Los mayores de la escuela
A partir de los 11-12 años los niños casi tienen una mirada (para la televisión) cómo la de los adultos: el pensamiento lógico ya está bien desarrollado así que pueden seguir bien la acción. Pero cuidado: los niños de esta edad todavía no son capaces de distanciarse de los contenidos y pueden imparctarles de sobremanera.
La tele no es una niñera
En muchos hogares, la televisión ejerce el papel de compañía, una especie de "niñera". Hay que estar atentos al hábito de ver la tele de los niños. Es necesario conocer más profunda y particularmente su terreno, para evitar que nuestros hijos adquieran conductas agresivas, erróneas y aprendidas por imitación. No se puede olvidar que cuando nuestros pequeños comienzan el desarrollo de su formación, todo lo que vean, escuchen y vivan, será una influencia muy importante.
Además, según algunas publicaciones del Instituto Nacional de Salud Mental de los Estados Unidos, la violencia expuesta en la televisión lleva al pequeño a desarrollar conductas agresivas. Gran parte de esas conductas pueden haber sido aprendidas a través de la observación y retenidas por largos espacios de tiempo.
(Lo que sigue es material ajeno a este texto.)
"""Controlled and behavioural sources E F G H B, and the cards without a model of their own: K and T."""

from __future__ import annotations

import math

from tauledger.circuit import fold
from tauledger.netlist.diagnostics import Site
from tauledger.netlist.elements import ElementCard, Fields, keyword_fault, multiplicity, nodes, positive
from tauledger.netlist.formulas import Behaviour
from tauledger.netlist.items import Setting, Value, Word
from tauledger.netlist.letters import CONTROLLED
from tauledger.netlist.numbers import read_number
from tauledger.netlist.scopes import Scope, number_of

SHAPE = {
    "E": "E1 n+ n- nc+ nc- gain",
    "F": "F1 n+ n- source gain",
    "G": "G1 n+ n- nc+ nc- value",
    "H": "H1 n+ n- source ohms",
    "B": "B1 n+ n- v={..} or i={..}",
    "K": "K1 L1 L2 coupling",
    "T": "T1 n1+ n1- n2+ n2- z0=50 td=10n",
}
GIVES = {"E": "v", "F": "i", "G": "i", "H": "v"}
OUT_OF_REACH = {"laplace": "a transfer function", "freq": "a table over frequency", "chebyshev": "a filter function"}
MOST_CONTROLS = 20


def controlled(site: Site, card: Fields, letter: str, scope: Scope) -> ElementCard:
    """Read E, F, G or H: a gain, POLY(n), or for E and G a formula (value=, vol=, cur=) or TABLE."""
    m = 1.0
    behaviour: Behaviour | None = None
    table = False
    for setting in card.settings:
        name = fold(setting.name.text)
        if name == "m" and letter in "FG":
            m = multiplicity(site, setting, scope)
        elif isinstance(setting.value, Behaviour):
            behaviour, table = setting.value, name == "table"
        elif name != "ic":
            known = {"E": {"value", "vol"}, "G": {"value", "cur", "m"}, "F": {"m"}, "H": set()}[letter]
            raise keyword_fault(site, setting, CONTROLLED[letter], known or {"poly"})
    places = card.places
    for place in places[2:3]:
        word = fold(place.text) if isinstance(place, Word) else ""
        if word in OUT_OF_REACH:
            message = f"ngspice has no {word.upper()} source ({OUT_OF_REACH[word]})"
            raise site.fault(place, message, "build it of R, C and controlled sources")
        if word == "poly":
            return _polynomial(site, places, letter, m, scope)
    if behaviour is not None:
        output = tuple(nodes(site, places[:2]))
        if len(output) < 2:
            raise site.fault(
                len(site.card.text), f"a {CONTROLLED[letter]} has two nodes of its own", f"write {SHAPE[letter]}"
            )
        pairs = tuple(number_of(site, place, scope) for place in places[2:])
        if not table and pairs:
            raise site.fault(places[2], "this is one too many", f"write {letter}1 n+ n- value={{..}}")
        if table:
            _check_table(site, card, pairs)
        return ElementCard(output, m=m, behaviour=behaviour, quantity=GIVES[letter], table=pairs)
    if len(places) == 3 and not isinstance(places[2], Word) and letter in "EG":
        raise site.fault(places[2], "a formula alone cannot stand here", f"write {letter}1 n+ n- value={{..}}")
    control = 2 if letter in "EG" else 1
    if len(places) < 3 + control:
        has = "four nodes and a gain" if letter in "EG" else "two nodes, a voltage source and a gain"
        raise site.fault(len(site.card.text), f"a {CONTROLLED[letter]} has {has}", f"write {SHAPE[letter]}")
    if len(places) > 3 + control:
        raise site.fault(places[3 + control], "this is one too many", f"write {SHAPE[letter]}")
    words = tuple(nodes(site, places[: 2 + control]))
    gain = (("gain", number_of(site, places[-1], scope)),)
    if letter in "EG":
        return ElementCard(words, gain, m)
    return ElementCard(words[:2], gain, m, references=words[2:])


def _polynomial(site: Site, places: tuple[Value, ...], letter: str, m: float, scope: Scope) -> ElementCard:
    """Read POLY(n) with n pairs of nodes or n voltage sources, then the coefficients."""
    count = places[3] if len(places) > 3 else None
    dimension = read_number(count.text) if isinstance(count, Word) else None
    if dimension is None or dimension.value != int(dimension.value) or not 1 <= dimension.value <= MOST_CONTROLS:
        at = len(site.card.text) if count is None else count
        raise site.fault(at, f"POLY needs its number of controls, 1 to {MOST_CONTROLS}", "write POLY(1)")
    each = 2 if letter in "EG" else 1
    first = 4 + each * int(dimension.value)
    if len(places) <= first:
        what = "pairs of nodes" if each == 2 else "voltage sources"
        message = f"POLY({int(dimension.value)}) needs {int(dimension.value)} {what} and coefficients"
        raise site.fault(len(site.card.text), message)
    controls = tuple(nodes(site, places[4:first]))
    coefficients = tuple(number_of(site, place, scope) for place in places[first:])
    output = tuple(nodes(site, places[:2]))
    if each == 2:
        return ElementCard((*output, *controls), m=m, polynomial=coefficients)
    return ElementCard(output, m=m, references=controls, polynomial=coefficients)


def _check_table(site: Site, card: Fields, pairs: tuple[float, ...]) -> None:
    if len(pairs) < 4 or len(pairs) % 2:
        raise site.fault(len(site.card.text), "TABLE needs at least two pairs of numbers", "write (-1,-5) (1,5)")
    for k in range(2, len(pairs), 2):
        if pairs[k] <= pairs[k - 2]:
            raise site.fault(card.places[2 + k], "the first numbers of the pairs must rise")


def behavioural(site: Site, card: Fields, scope: Scope) -> ElementCard:
    """Read a B source: v= or i=, then tc1, tc2, m, temp, dtemp."""
    behaviour: Behaviour | None = None
    quantity = ""
    parameters: list[tuple[str, float]] = []
    m = 1.0
    for setting in card.settings:
        name = fold(setting.name.text)
        if isinstance(setting.value, Behaviour):
            behaviour, quantity = setting.value, name
        elif name == "m":
            m = multiplicity(site, setting, scope)
        elif name in ("tc1", "tc2", "temp", "dtemp"):
            parameters.append((name, number_of(site, setting.value, scope)))
        else:
            raise keyword_fault(site, setting, "behavioural source", {"v", "i", "m", "tc1", "tc2", "temp", "dtemp"})
    if len(card.places) < 2 or behaviour is None:
        missing = "a behavioural source has two nodes" if len(card.places) < 2 else "v= or i= is missing"
        raise site.fault(len(site.card.text), missing, f"write {SHAPE['B']}")
    if len(card.places) > 2:
        raise site.fault(card.places[2], "this is one too many", f"write {SHAPE['B']}")
    output = tuple(nodes(site, card.places))
    return ElementCard(output, tuple(parameters), m, behaviour=behaviour, quantity=quantity)


def coupling(site: Site, card: Fields, scope: Scope) -> ElementCard:
    """Read K: two inductors and the coupling between -1 and 1."""
    words = tuple(nodes(site, card.places[:-1]))
    if len(words) < 2 or card.settings:
        at = card.settings[0] if card.settings else len(site.card.text)
        raise site.fault(at, "a coupling has two inductors and a number", f"write {SHAPE['K']}")
    if len(words) > 2:
        raise site.fault(words[2], "ngspice couples two inductors at a time", "write one K for each pair")
    value = number_of(site, card.places[-1], scope)
    if not -1.0 <= value <= 1.0:
        raise site.fault(card.places[-1], f"a coupling lies between -1 and 1, not at {value:.6g}")
    return ElementCard((), (("coupling", value),), references=words)


def line(site: Site, card: Fields, scope: Scope) -> ElementCard:
    """Read T: four nodes, z0, and the delay td, or f with nl (a quarter of a wave where nl is left out)."""
    values: dict[str, tuple[Setting, float]] = {}
    for setting in card.settings:
        name = {"zo": "z0"}.get(fold(setting.name.text), fold(setting.name.text))
        if name == "ic":
            continue
        if name not in ("z0", "td", "f", "nl"):
            raise keyword_fault(site, setting, "lossless line", {"z0", "td", "f", "nl"})
        values[name] = setting, number_of(site, setting.value, scope)
    ends = [place for place in card.places if not _of_initial(place, card.settings)]
    if len(ends) != 4:
        at = len(site.card.text) if len(ends) < 4 else ends[4]
        raise site.fault(at, "a lossless line has four nodes", f"write {SHAPE['T']}")
    for name in ("z0", "td", "f"):
        if name in values:
            setting, value = values[name]
            positive(site, setting.value, value, name)
    if "z0" not in values or not values.keys() & {"td", "f"}:
        missing = "z0" if "z0" not in values else "td"
        raise site.fault(len(site.card.text), f"{missing}= is missing", f"write {SHAPE['T']}")
    wavelengths = values["nl"][1] if "nl" in values else 0.25
    delay = values["td"][1] if "td" in values else wavelengths / values["f"][1]
    if not (delay > 0.0 and math.isfinite(delay)):
        raise site.fault(values["nl"][0], "nl must be greater than 0")
    return ElementCard(tuple(nodes(site, ends)), (("z0", values["z0"][1]), ("td", delay)))


def _of_initial(place: Value, settings: tuple[Setting, ...]) -> bool:
    before = [setting for setting in settings if setting.at < place.at]
    return bool(before) and fold(before[-1].name.text) == "ic"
La TV surte efecto en las áreas emocionales del menor. Influye en sus intereses y motivaciones, y en su formación integral. Cuanta más violencia vea el niño en la tele, menos sensibilidad emocional tendrá ante la violencia, y comenzará a utilizar la agresión como defensa efectiva a las situaciones conflictivas. Hay que tener presente que cuanta más violencia reciban los niños por parte de la televisión, menos sensibilidad desarrollarán durante la formación de su personalidad.